La liquidación no fue provocada por noticias específicas de la compañía, sino por presiones macroeconómicas. Un salto del 8% en los precios del petróleo crudo Brent a casi 100 dólares por barril, una reacción a un nuevo conflicto en Irán, avivó los temores de los inversores sobre la inflación. Esta ansiedad empujó el rendimiento de la nota del Tesoro a 10 años hasta el 4,244%, aumentando los costos de endeudamiento y agriando el sentimiento hacia los sectores orientados al crecimiento.
El aumento de los costes energéticos presiona a las industrias intensivas en capital
El negocio de los semiconductores, conocido por sus largos ciclos de inversión y sus elevados gastos de capital para construir plantas de fabricación, es particularmente sensible a las fluctuaciones de las tasas de interés.

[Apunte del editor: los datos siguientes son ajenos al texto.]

"""The descent over whole numbers, on bowls whose lowest place is known."""

from __future__ import annotations

import numpy as np

from rigdesign.levers.descent import all_pairs, descend, descend_again, moves_of, near_pairs
from rigdesign.levers.wiring import from_grouping


def bowl(rows):
    """A narrow valley along p + q = 7 with its lowest place at (3, 4, −2): single steps across it only climb."""
    p, q, r = rows.T
    return 50.0 * (p + q - 7) ** 2 + (p - 3.0) ** 2 + (r + 2.0) ** 2 + 1.0


def test_pairs_follow_a_valley_where_single_steps_stick():
    stuck = np.array([7, 0, -2])
    single = moves_of(3, np.empty((0, 2), dtype=np.int64))
    assert bowl(stuck + single).min() > bowl(stuck[None])[0]
    found = descend(np.array([7, 0, 3]), moves_of(3, all_pairs(3)), bowl, 10_000)
    assert found.steps.tolist() == [3, 4, -2]
    assert found.value == 1.0
    assert found.is_settled


def test_moves_two_at_a_time_before_it_settles():
    """Single steps alone: the descent must put two of them together to follow the valley."""
    found = descend(np.array([7, 0, 3]), moves_of(3, np.empty((0, 2), dtype=np.int64)), bowl, 10_000)
    assert found.steps.tolist() == [3, 4, -2]


def holes(rows):
    """Two bowls: a broad one around (0, 0) down to 5, and a lower, narrow one around (5, 4) down to 1."""
    return np.minimum(5.0 + (rows**2).sum(axis=1), 1.0 + 9.0 * ((rows - [5, 4]) ** 2).sum(axis=1))


def test_descends_again_from_elsewhere():
    moves = moves_of(2, all_pairs(2), far=2)
    first = descend(np.array([-2, 1]), moves, holes, 10_000)
    assert first.value == 5.0
    again = descend_again(first, moves, holes, 10_000)
    assert again.value == 1.0
    assert again.steps.tolist() == [5, 4]
    assert again.judged > first.judged


def test_work_is_counted_and_bounded():
    moves = moves_of(3, all_pairs(3))
    found = descend(np.array([400, -393, 90]), moves, bowl, 5 * len(moves))
    assert not found.is_settled
    assert found.judged == 1 + 5 * len(moves)


def test_near_pairs_are_those_of_kin():
    """Arms of one lever, of a lever and what hangs from it, and of two that hang side by side."""
    x = np.arange(6.0)
    wiring = from_grouping((((1, 2), 3), ((4, 5), 6)), x, np.ones(6))
    pairs = {tuple(pair) for pair in near_pairs(wiring, 1).tolist()}
    assert pairs == {(0, 1), (0, 2), (1, 2), (1, 3), (2, 4)}
    assert (2, 3) in {tuple(pair) for pair in near_pairs(wiring, 2).tolist()}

Unas tasas más altas encarecen estas inversiones multimillonarias y plurianuales, amenazando con ralentizar el gasto y el crecimiento de la capacidad futura.

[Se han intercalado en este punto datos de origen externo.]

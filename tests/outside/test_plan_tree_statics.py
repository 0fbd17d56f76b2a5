"""Statics of trees in plan against two ways of solving them that share nothing with the package.

Source: the equations of equilibrium alone, for any statics textbook (three for a body whose loads are all normal to
one plane: ΣF = 0, ΣFx = 0, ΣFy = 0), and the direct stiffness method for grillages, with the slope-deflection
coefficients 12EI/L³, 6EI/L², 4EI/L, 2EI/L of a beam that is fixed at both ends, and GJ/L for its torsion (C: derived
from the beam equation; both solvers are written here).

One hundred random trees, levers in any direction and three-point plates, pivots anywhere between or inside their
points, drawn from fixed seeds:

- all link forces as unknowns of one sparse system of equations, solved at once rather than tier by tier;
- the tree as it would hang: pieces of stiff beams with pinned links of finite stiffness between them, the pads on
  springs.  A tree is statically determinate, so that forces do not depend on any stiffness.
"""

from __future__ import annotations

import numpy as np
import pytest
from hand_plan_rigs import plan_brief
from scipy.sparse import coo_matrix
from scipy.sparse.linalg import spsolve

from rigdesign.checks import solve_statics
from rigdesign.levers.model import Hole, Jack, Piece, Rig, Tree
from rigdesign.pads.model import PadPlan, Proof
from rigdesign.target import build_target

TREES = range(100)
JACK = 8300.0  # N


@pytest.fixture(scope="module")
def target():
    return build_target(plan_brief())


def draw(seed: int, target) -> Rig:
    """A random tree over 2 to 24 pads, joined two or three at a time, whoever they are."""
    random = np.random.default_rng(seed)
    n_pads = int(random.integers(2, 25))
    pads = random.uniform((0.3, -0.5), (3.3, 0.4), size=(n_pads, 2))
    hanging = [(f"pad {i + 1}", place) for i, place in enumerate(pads)]
    joined: dict[str, tuple[list, np.ndarray]] = {}
    while len(hanging) > 1:
        members = [hanging.pop(int(random.integers(len(hanging)))) for _ in range(_size(random, len(hanging)))]
        places = np.array([place for _, place in members])
        while len(members) == 3 and _is_flat(places):
            hanging.append(members.pop())
            places = places[:2]
        # no point takes less than a tenth, so that nothing but the solvers decides the accuracy
        parts = 0.1 + (1 - 0.1 * len(members)) * random.dirichlet(np.ones(len(members)))
        name = f"part {len(joined)}"
        joined[name] = (members, parts @ places)
        hanging.append((name, parts @ places))
    return _rig(target, pads, joined, hanging[0][0])


def _size(random: np.random.Generator, left: int) -> int:
    return min(left, int(random.choice([2, 3])))


def _is_flat(places: np.ndarray) -> bool:
    (ax, ay), (bx, by) = places[1] - places[0], places[2] - places[0]
    longest = max(np.linalg.norm(places[i] - places[j]) for i, j in ((0, 1), (0, 2), (1, 2)))
    return abs(ax * by - ay * bx) < 0.05 * longest**2


def _rig(target, pads: np.ndarray, joined: dict, top: str) -> Rig:
    order, tier, parent = [top], {top: 1}, {top: "jack 1"}
    for name in order:
        for member, _ in joined[name][0]:
            if member in joined:
                order.append(member)
                tier[member], parent[member] = tier[name] + 1, name
    called = {name: f"lever {k + 1}" for k, name in enumerate(order)} | {"jack 1": "jack 1"}
    pieces = tuple(
        _piece(k + 1, tier[name], called[parent[name]], joined[name], called) for k, name in enumerate(order)
    )
    jack = Jack(1, *map(float, joined[top][1]), "lever 1")
    proof = Proof(0.0, 0.0, 0.0, "none", "none", 0.0, 0.0, 0.0)
    force = np.full(len(pads), JACK / len(pads))
    plan = PadPlan(target, pads[:, 0], pads[:, 1], force, force, jack.x, jack.y, False, proof, ())
    return Rig(plan, pads[:, 0], pads[:, 1], (Tree(jack, JACK, pieces),), "drawn", ())


def _piece(number: int, tier: int, parent: str, group: tuple[list, np.ndarray], called: dict[str, str]) -> Piece:
    members, pivot = group
    along = members[1][1] - members[0][1]
    along = along / np.linalg.norm(along)
    holes = [Hole("pivot", parent, 0.0, 0.0, *map(float, pivot))]
    for name, (member, place) in zip("ABC", members, strict=False):
        off = place - pivot
        u, v = off @ along, off @ np.array([-along[1], along[0]])
        holes.append(Hole(name, called.get(member, member), float(u), float(v), *map(float, place)))
    return Piece(number, "lever" if len(members) == 2 else "plate", tier, parent, tuple(holes))


def all_at_once(rig: Rig) -> dict[str, float]:
    """The load in the link above each pad and piece, by one system of equations with places in plan alone.

    Three equations a piece, two of which hold the unknowns where its holes lie in one line; that one is then left over
    and checked afterwards.
    """
    (tree,) = rig.trees
    names = [f"pad {i + 1}" for i in range(rig.pad_x.size)] + [piece.name for piece in tree.pieces]
    column = {name: k for k, name in enumerate(names)}
    size = float(np.ptp(rig.pad_x))
    taken, left_over, wanted = [], [], [(0, JACK)]
    taken.append({column["lever 1"]: 1.0})
    for piece in tree.pieces:
        own, pivot = column[piece.name], piece.pivot
        equations = [{own: -1.0}, {}, {}]
        for hole in piece.ends:
            below = column[hole.joins]
            equations[0][below] = 1.0
            equations[1][below] = (hole.x - pivot.x) / size
            equations[2][below] = (hole.y - pivot.y) / size
        if piece.kind == "lever":
            reach = [max(abs(value) for value in equation.values()) for equation in equations[1:]]
            left_over.append(equations.pop(1 + int(np.argmin(reach))))
        taken += equations
    rows, columns, values = zip(
        *((k, c, value) for k, equation in enumerate(taken) for c, value in equation.items()), strict=True
    )
    right = np.zeros(len(names))
    right[wanted[0][0]] = wanted[0][1]
    solved = spsolve(coo_matrix((values, (rows, columns)), shape=(len(taken), len(names))).tocsc(), right)
    for equation in left_over:
        assert abs(sum(value * solved[c] for c, value in equation.items())) < 1e-9 * JACK
    return dict(zip(names, solved.tolist(), strict=True))


@pytest.mark.parametrize("seed", TREES)
def test_every_link_carries_what_one_system_of_equations_says(seed, target):
    rig = draw(seed, target)
    solved, known = solve_statics(rig), all_at_once(rig)
    for i, force in enumerate(solved.pad_force):
        # both are exact but for rounding: a tree of a dozen tiers loses three digits of sixteen
        assert force == pytest.approx(known[f"pad {i + 1}"], rel=1e-9)
    for name, load in solved.piece_load.items():
        assert load == pytest.approx(known[name], rel=1e-9)
    assert max(solved.force_residual, solved.moment_residual) < 1e-12


def beam(length_x: float, length_y: float, bending: float, torsion: float) -> np.ndarray:
    """Stiffness (6, 6) of a beam in plan: deflection and turns about x and y at each end, in the plan's directions."""
    length = np.hypot(length_x, length_y)
    c, s = length_x / length, length_y / length
    # own directions: deflection, turn about its own line, turn about the line to its left
    a, b, d, e = 12 / length**3, 6 / length**2, 4 / length, 2 / length
    t = torsion / bending / length
    # a turn about the left-hand line by φ lowers what lies ahead by φ times the distance
    own = bending * np.array(
        [
            [a, 0, -b, -a, 0, -b],
            [0, t, 0, 0, -t, 0],
            [-b, 0, d, b, 0, e],
            [-a, 0, b, a, 0, b],
            [0, -t, 0, 0, t, 0],
            [-b, 0, e, b, 0, d],
        ]
    )
    turn = np.array([[1, 0, 0], [0, c, s], [0, -s, c]])
    both = np.kron(np.eye(2), turn)
    return both.T @ own @ both


class Grillage:
    """Deflections of nodes with three freedoms each: stiffness is added part by part and solved at the end."""

    def __init__(self, n_nodes: int) -> None:
        self.size, self.rows, self.columns, self.values = 3 * n_nodes, [], [], []

    def add(self, freedoms: np.ndarray, stiffness: np.ndarray) -> None:
        row, column = np.meshgrid(freedoms, freedoms, indexing="ij")
        self.rows += row.ravel().tolist()
        self.columns += column.ravel().tolist()
        self.values += stiffness.ravel().tolist()

    def solve(self, load: np.ndarray) -> np.ndarray:
        return spsolve(coo_matrix((self.values, (self.rows, self.columns)), shape=(self.size, self.size)).tocsc(), load)


def as_a_grillage(rig: Rig, seed: int) -> np.ndarray:
    """Pad forces of the tree as stiff beams, links and pads as springs of whatever stiffness."""
    random = np.random.default_rng(1000 + seed)
    (tree,) = rig.trees
    node: dict[tuple[str, str], int] = {}
    for piece in tree.pieces:
        for hole in piece.holes:
            node[piece.name, hole.name] = len(node)
    frame = Grillage(len(node))
    pads = {}
    for piece in tree.pieces:
        middle = node[piece.name, "pivot"]
        for hole in piece.ends:
            end = node[piece.name, hole.name]
            freedoms = np.concatenate([3 * middle + np.arange(3), 3 * end + np.arange(3)])
            off = hole.x - piece.pivot.x, hole.y - piece.pivot.y
            frame.add(freedoms, beam(*off, 2.0e6 * random.uniform(0.5, 2), 8.0e5))
            spring = 1.0e6 * random.uniform(0.5, 2)
            if hole.joins.startswith("pad"):
                frame.add(np.array([3 * end]), np.array([[spring]]))
                pads[int(hole.joins.split()[1]) - 1] = (3 * end, spring)
            else:
                below = node[hole.joins, "pivot"]
                frame.add(np.array([3 * end, 3 * below]), spring * np.array([[1.0, -1.0], [-1.0, 1.0]]))
        if piece.kind == "lever":
            # three holes in line hold no turn about that line: a guide does, and carries nothing
            a, b = piece.ends
            line = np.array([b.x - a.x, b.y - a.y]) / np.hypot(b.x - a.x, b.y - a.y)
            frame.add(3 * middle + np.array([1, 2]), 1.0e5 * np.outer(line, line))
    load = np.zeros(frame.size)
    load[3 * node["lever 1", "pivot"]] = JACK
    deflection = frame.solve(load)
    return np.array([spring * deflection[freedom] for _, (freedom, spring) in sorted(pads.items())])


@pytest.mark.parametrize("seed", TREES)
def test_pads_carry_what_a_grillage_of_beams_and_springs_gives(seed, target):
    rig = draw(seed, target)
    # a dozen tiers in series and stiffnesses four decades apart cost a solver of sixteen digits up to ten of them
    assert solve_statics(rig).pad_force == pytest.approx(as_a_grillage(rig, seed), rel=1e-6)


def test_the_grillage_s_beam_bends_as_a_cantilever_does_in_any_direction():
    length, load, bending = 1.3, 240.0, 7.0e3
    for angle in (0.0, 0.7, 2.4):
        stiffness = beam(length * np.cos(angle), length * np.sin(angle), bending, 1.0e3)[3:, 3:]
        deflection, turn_x, turn_y = np.linalg.solve(stiffness, [load, 0.0, 0.0])
        assert deflection == pytest.approx(load * length**3 / (3 * bending))
        # it rises outward: the turn about the line to its left is −PL²/2EI, about its own line nothing
        slope = load * length**2 / (2 * bending)
        assert (turn_x, turn_y) == pytest.approx((slope * np.sin(angle), -slope * np.cos(angle)), abs=1e-12)


def test_the_hundred_trees_hold_levers_in_every_direction_and_plates(target):
    pieces = [piece for seed in TREES for piece in draw(seed, target).trees[0].pieces]
    plates = sum(piece.kind == "plate" for piece in pieces)
    steep = sum(abs(p.ends[1].y - p.ends[0].y) > abs(p.ends[1].x - p.ends[0].x) for p in pieces if p.kind == "lever")
    assert plates > 100
    assert steep > 50
    assert max(piece.tier for piece in pieces) >= 6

El impacto del aumento de los precios de la energía se extendió más allá de los semiconductores a otros sectores de alto consumo energético. El índice Nifty Metal de la India cayó casi un 4% mientras los inversores sopesaban la perspectiva de mayores gastos de combustible para las operaciones de minería y fundición, lo que podría comprimir los márgenes de beneficio. Del mismo modo, el índice Nifty Auto alcanzó un mínimo de seis meses por dos preocupaciones: que una inflación más alta retrasaría los recortes de las tasas de interés, manteniendo caros los préstamos para automóviles, y que la inestabilidad energética podría interrumpir la producción al causar escasez de gas natural o incluso de chips de computadora de regiones como Taiwán.